TASK:
Copy each record exactly, word for word.

***

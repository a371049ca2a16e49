import type { Plan, PlanSource, Problem } from "../plan/index.ts";
import { count, type Engine, nano, type Row, text, textOrNull, whole, wholeOrNull } from "./engine.ts";
import { enrolUnits } from "./enrolUnits.ts";
import { FATE, type Layout, unitLineIds } from "./layout.ts";
import { reasonText, rowLineId } from "./ledger.ts";
import { duckdb, nearestUnit, PLACE, rowsOfUnit, unitEnd } from "./sql/index.ts";
import { type ReduceOptions, withLog } from "./withLog.ts";

/** All that became of one unit: for the terminal, never for a file. */
export interface UnitTrace {
  readonly unit: string;
  /** The line of the unit ledger; null where none of its rows outlasts rejection, duplicates and row filters. */
  readonly line: string | null;
  /** Place in the plan's variants, their number for a name that the plan lacks; null where it never enrolled. */
  readonly variant: number | null;
  readonly enrolledUs: bigint | null;
  readonly switched: boolean;
  readonly logEndUs: bigint | null;
  /** The columns that metrics take a value of. */
  readonly columns: readonly string[];
  readonly rows: readonly TracedRow[];
}

export interface TracedRow {
  readonly atUs: bigint | null;
  /** Of the input, as the plan's folder sees it. */
  readonly file: string;
  readonly event: string | null;
  readonly variant: string | null;
  /** Whether it is the row that enrolled the unit. */
  readonly enrolled: boolean;
  /** The line of the row ledger. */
  readonly line: string;
  /** Why it was rejected; null for any other row. */
  readonly reason: string | null;
  /** In 10^-9, one a column of `columns`; null where the row holds none. */
  readonly values: readonly (bigint | null)[];
  /** The metrics that count it: names, in plan order. */
  readonly countedIn: readonly string[];
}

/** No row of the log has the unit. */
export interface NoSuchUnit {
  /** The id that is spelt most like it; null of a log without ids. */
  readonly nearest: string | null;
}

/**
 * Reads a plan's log as the report does, and follows one unit through it.
 * @throws UnusableLog when the log is there but cannot be used
 */
export function traceUnit(
  planned: Plan | null,
  source: PlanSource,
  folder: string,
  unit: string,
  options: ReduceOptions,
): Promise<UnitTrace | NoSuchUnit | { problems: readonly Problem[] }> {
  return withLog(planned, source, folder, options, async (plan, opened) => {
    const { engine, log } = opened;
    const { layout, logEndUs, fingerprints, stage } = await enrolUnits(plan, folder, opened, duckdb, options);
    const columns = [...new Set(layout.parts.flatMap(({ value }) => (value === null ? [] : [value])))];
    const rows = await engine.query(rowsOfUnit(plan, layout, columns, unit));
    if (rows.length === 0) return { nearest: await nearestOf(unit, engine) };
    const [end] = await engine.query(unitEnd(unit));
    // A compressed file that ends early is only noticed there.
    await fingerprints;
    stage("done", 1);
    const enrolling = end === undefined ? -1 : rows.findIndex((row) => hasEnrolled(row, end));
    return {
      unit,
      line: end === undefined ? null : (unitLineIds(plan)[count(end, "line")] ?? null),
      variant: end === undefined || end.variant === null ? null : count(end, "variant"),
      enrolledUs: end === undefined ? null : wholeOrNull(end, "enrolled_us"),
      switched: end?.switched === true,
      logEndUs,
      columns: columns.map((column) => layout.columns[column] ?? ""),
      rows: rows.map((row, at) => ({
        ...tracedRow(plan, layout, columns, row),
        file: log.files[count(row, "file")]?.name ?? "",
        enrolled: at === enrolling,
      })),
    };
  });
}

async function nearestOf(unit: string, engine: Engine): Promise<string | null> {
  const [nearest] = await engine.query(nearestUnit(unit, duckdb));
  return nearest === undefined ? null : text(nearest, "unit");
}

/** The first such row in canonical order enrolled the unit. */
function hasEnrolled(row: Row, end: Row): boolean {
  return (
    Number(row.fate) === FATE.seen &&
    row.enrols === true &&
    row.variant !== null &&
    Number(row.variant) === Number(end.variant) &&
    (row.at_us === null || (end.enrolled_us !== null && whole(row, "at_us") === whole(end, "enrolled_us")))
  );
}

function tracedRow(plan: Plan, layout: Layout, columns: readonly number[], row: Row) {
  const line = lineOf(plan, layout, row);
  const variant = wholeOrNull(row, "variant");
  return {
    atUs: wholeOrNull(row, "at_us"),
    event: textOrNull(row, "event"),
    variant: variant === null ? null : (plan.variants[Number(variant)]?.name ?? textOrNull(row, "other_variant")),
    line,
    reason: line === "rejected" ? reasonText(count(row, "reason"), layout) : null,
    values: columns.map((column) => (row[`v${column}`] == null ? null : nano(row, `v${column}`))),
    countedIn: line === "in-follow-up" ? countedIn(plan, layout, row) : [],
  };
}

function lineOf(plan: Plan, layout: Layout, row: Row): string {
  const fate = count(row, "fate");
  if (fate === FATE.rejected) return "rejected";
  if (fate === FATE.duplicate) return "duplicate";
  if (fate >= FATE.firstFilter) return `filter:${layout.rowFilters[fate - FATE.firstFilter]?.name}`;
  const ids = unitLineIds(plan);
  const line = count(row, "line");
  if (line < ids.length - 1) return rowLineId(ids[line] ?? "");
  const place = count(row, "place");
  return place === PLACE.before ? "before-enrolment" : place === PLACE.after ? "after-follow-up" : "in-follow-up";
}

function countedIn(plan: Plan, layout: Layout, row: Row): string[] {
  return plan.metrics.flatMap(({ name }, m) =>
    layout.parts.some((part) => part.metric === m && part.side !== "before" && row[`m${part.match}`] === true)
      ? [name]
      : [],
  );
}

***

REPLY:
repository a371049ca2a16e49
import type { Plan, PlanSource, Problem } from "../plan/index.ts";
import { count, type Engine, nano, type Row, text, textOrNull, whole, wholeOrNull } from "./engine.ts";
import { enrolUnits } from "./enrolUnits.ts";
import { FATE, type Layout, unitLineIds } from "./layout.ts";
import { reasonText, rowLineId } from "./ledger.ts";
import { duckdb, nearestUnit, PLACE, rowsOfUnit, unitEnd } from "./sql/index.ts";
import { type ReduceOptions, withLog } from "./withLog.ts";

/** All that became of one unit: for the terminal, never for a file. */
export interface UnitTrace {
  readonly unit: string;
  /** The line of the unit ledger; null where none of its rows outlasts rejection, duplicates and row filters. */
  readonly line: string | null;
  /** Place in the plan's variants, their number for a name that the plan lacks; null where it never enrolled. */
  readonly variant: number | null;
  readonly enrolledUs: bigint | null;
  readonly switched: boolean;
  readonly logEndUs: bigint | null;
  /** The columns that metrics take a value of. */
  readonly columns: readonly string[];
  readonly rows: readonly TracedRow[];
}

export interface TracedRow {
  readonly atUs: bigint | null;
  /** Of the input, as the plan's folder sees it. */
  readonly file: string;
  readonly event: string | null;
  readonly variant: string | null;
  /** Whether it is the row that enrolled the unit. */
  readonly enrolled: boolean;
  /** The line of the row ledger. */
  readonly line: string;
  /** Why it was rejected; null for any other row. */
  readonly reason: string | null;
  /** In 10^-9, one a column of `columns`; null where the row holds none. */
  readonly values: readonly (bigint | null)[];
  /** The metrics that count it: names, in plan order. */
  readonly countedIn: readonly string[];
}

/** No row of the log has the unit. */
export interface NoSuchUnit {
  /** The id that is spelt most like it; null of a log without ids. */
  readonly nearest: string | null;
}

/**
 * Reads a plan's log as the report does, and follows one unit through it.
 * @throws UnusableLog when the log is there but cannot be used
 */
export function traceUnit(
  planned: Plan | null,
  source: PlanSource,
  folder: string,
  unit: string,
  options: ReduceOptions,
): Promise<UnitTrace | NoSuchUnit | { problems: readonly Problem[] }> {
  return withLog(planned, source, folder, options, async (plan, opened) => {
    const { engine, log } = opened;
    const { layout, logEndUs, fingerprints, stage } = await enrolUnits(plan, folder, opened, duckdb, options);
    const columns = [...new Set(layout.parts.flatMap(({ value }) => (value === null ? [] : [value])))];
    const rows = await engine.query(rowsOfUnit(plan, layout, columns, unit));
    if (rows.length === 0) return { nearest: await nearestOf(unit, engine) };
    const [end] = await engine.query(unitEnd(unit));
    // A compressed file that ends early is only noticed there.
    await fingerprints;
    stage("done", 1);
    const enrolling = end === undefined ? -1 : rows.findIndex((row) => hasEnrolled(row, end));
    return {
      unit,
      line: end === undefined ? null : (unitLineIds(plan)[count(end, "line")] ?? null),
      variant: end === undefined || end.variant === null ? null : count(end, "variant"),
      enrolledUs: end === undefined ? null : wholeOrNull(end, "enrolled_us"),
      switched: end?.switched === true,
      logEndUs,
      columns: columns.map((column) => layout.columns[column] ?? ""),
      rows: rows.map((row, at) => ({
        ...tracedRow(plan, layout, columns, row),
        file: log.files[count(row, "file")]?.name ?? "",
        enrolled: at === enrolling,
      })),
    };
  });
}

async function nearestOf(unit: string, engine: Engine): Promise<string | null> {
  const [nearest] = await engine.query(nearestUnit(unit, duckdb));
  return nearest === undefined ? null : text(nearest, "unit");
}

/** The first such row in canonical order enrolled the unit. */
function hasEnrolled(row: Row, end: Row): boolean {
  return (
    Number(row.fate) === FATE.seen &&
    row.enrols === true &&
    row.variant !== null &&
    Number(row.variant) === Number(end.variant) &&
    (row.at_us === null || (end.enrolled_us !== null && whole(row, "at_us") === whole(end, "enrolled_us")))
  );
}

function tracedRow(plan: Plan, layout: Layout, columns: readonly number[], row: Row) {
  const line = lineOf(plan, layout, row);
  const variant = wholeOrNull(row, "variant");
  return {
    atUs: wholeOrNull(row, "at_us"),
    event: textOrNull(row, "event"),
    variant: variant === null ? null : (plan.variants[Number(variant)]?.name ?? textOrNull(row, "other_variant")),
    line,
    reason: line === "rejected" ? reasonText(count(row, "reason"), layout) : null,
    values: columns.map((column) => (row[`v${column}`] == null ? null : nano(row, `v${column}`))),
    countedIn: line === "in-follow-up" ? countedIn(plan, layout, row) : [],
  };
}

function lineOf(plan: Plan, layout: Layout, row: Row): string {
  const fate = count(row, "fate");
  if (fate === FATE.rejected) return "rejected";
  if (fate === FATE.duplicate) return "duplicate";
  if (fate >= FATE.firstFilter) return `filter:${layout.rowFilters[fate - FATE.firstFilter]?.name}`;
  const ids = unitLineIds(plan);
  const line = count(row, "line");
  if (line < ids.length - 1) return rowLineId(ids[line] ?? "");
  const place = count(row, "place");
  return place === PLACE.before ? "before-enrolment" : place === PLACE.after ? "after-follow-up" : "in-follow-up";
}

function countedIn(plan: Plan, layout: Layout, row: Row): string[] {
  return plan.metrics.flatMap(({ name }, m) =>
    layout.parts.some((part) => part.metric === m && part.side !== "before" && row[`m${part.match}`] === true)
      ? [name]
      : [],
  );
}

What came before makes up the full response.